No, it doesn't. If it did, this wouldn't work.

Local strOne:String = "Hello"
Local strTwo:String = "Hello"

Print Compare(strOne,strTwo)

Function Compare:Int(x:String , y:String)
    If Object(x) = Object(y) Then Return True
    Return False
End Function 



ziggy(Posted 2010) [#26]
No, it doesn't. If it did, this wouldn't work.

Yes it does, but it is using the same mem allocation for equal literals (creating a single mem addres for them in compile time).
This shows it:
Strict
Local strOne:String = "Hello"
Local strTwo:String = "Hellos"
strTwo = Left(strTwo, 5)
Local StrTree:String = "Hello"
Print Compare(strOne, strTwo)
Print Compare(strOne, strTree)

Function Compare:Int(x:String , y:String)
    If Object(x) = Object(y) Then Return True
    Return False
End Function 



Dabhand(Posted 2010) [#27]
Ah, I see... Well, that explains it then!

:)

Dabz


Gabriel(Posted 2010) [#28]
To be honest, that was my first thought when I saw the results, but I dismissed it as being too ludicrous to be true. I'm still not sure I've changed my mind. I suppose, since strings are immutable, there's no real harm in it, but it still feels wrong.


ziggy(Posted 2010) [#29]
To be honest, that was my first thought when I saw the results, but I dismissed it as being too ludicrous to be true. I'm still not sure I've changed my mind. I suppose, since strings are immutable, there's no real harm in it, but it still feels wrong.

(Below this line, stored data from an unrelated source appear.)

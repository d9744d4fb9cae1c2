"""Helpers shared by the sub-commands: errors, progress, atomic outputs."""

from __future__ import annotations

import os
import sys
import time
from pathlib import Path
from typing import Any

from .._shared.jsonio import write_json

#: Exit statuses (documented in ``stackdepth --help``).
EXIT_OK = 0
EXIT_FAILURE = 1
EXIT_USAGE = 2
EXIT_OVER_TOLERANCE = 3


class CommandError(Exception):
    """A user-facing failure: printed as one line, exit status 2."""


def check_output_path(path: str | os.PathLike[str], *, overwrite: bool, name: str = "--output") -> Path:
    """Refuse to replace an existing file unless *overwrite*; the folder must exist."""
    out = Path(path)
    if out.exists() and not overwrite:
        raise CommandError(f"{name}: {out} exists; pass --overwrite to replace it")
    if not out.parent.exists():
        raise CommandError(f"{name}: folder {out.parent} does not exist")
    return out


def check_outputs(args: Any, options: tuple[str, ...] = ("output", "report", "plot")) -> dict[str, Path | None]:
    """Check every output option of *args* before any work: no silent overwrite, distinct files.

    ``--output`` must name an OME-TIFF. Returns option name -> path (or None when not given).
    """
    out: dict[str, Path | None] = {}
    for option in options:
        value = getattr(args, option)
        out[option] = None if value is None else check_output_path(
            value, overwrite=args.overwrite, name=f"--{option}")
    paths = [p.resolve() for p in out.values() if p is not None]
    if len(set(paths)) != len(paths):
        names = "/".join(f"--{o}" for o in options)
        raise CommandError(f"{names}: expected different files, got the same path twice")
    for option in ("output", "equalise"):
        target = out.get(option)
        if target is not None and not target.name.lower().endswith((".ome.tif", ".ome.tiff")):
            raise CommandError(f"--{option}: expected a .ome.tif file name, got {target.name}")
    return out


class TerminalProgress:
    """A one-line progress bar on stderr, shown only when stderr is a terminal.

    Call it as ``progress(done, total)``; it matches the kernels' callback.
    """

    def __init__(self, label: str, *, stream: Any = None, enabled: bool | None = None) -> None:
        self.label = label
        self.stream = stream if stream is not None else sys.stderr
        self.enabled = self.stream.isatty() if enabled is None else enabled
        self._last = 0.0
        self._shown = False

    def __call__(self, done: int, total: int) -> None:
        if not self.enabled:
            return
        now = time.monotonic()
        if done < total and now - self._last < 0.1:
            return
        self._last = now
        fraction = 1.0 if total <= 0 else min(1.0, done / total)
        width = 30
        filled = int(round(width * fraction))
        self.stream.write(f"\r{self.label} [{'#' * filled}{'.' * (width - filled)}] {fraction:4.0%}")
        self.stream.flush()
        self._shown = True

    def close(self) -> None:
        if self.enabled and self._shown:
            self.stream.write("\n")
            self.stream.flush()
            self._shown = False

    def __enter__(self) -> "TerminalProgress":
        return self

    def __exit__(self, *exc: Any) -> None:
        self.close()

This is very common in compilers. When you're writing the intermediate representation of the syntax tree, you add references to the literal resources (strings). While the AST is being built, it's common to add a literal reference ONLY if it is new, so generated executable is smaller and has a better handling of redundant resources. But as none of us has the bcc source code, this can be different.
Anyway, taking a look to the generated assembler seems to confirm both strings are sharing the same literal representation.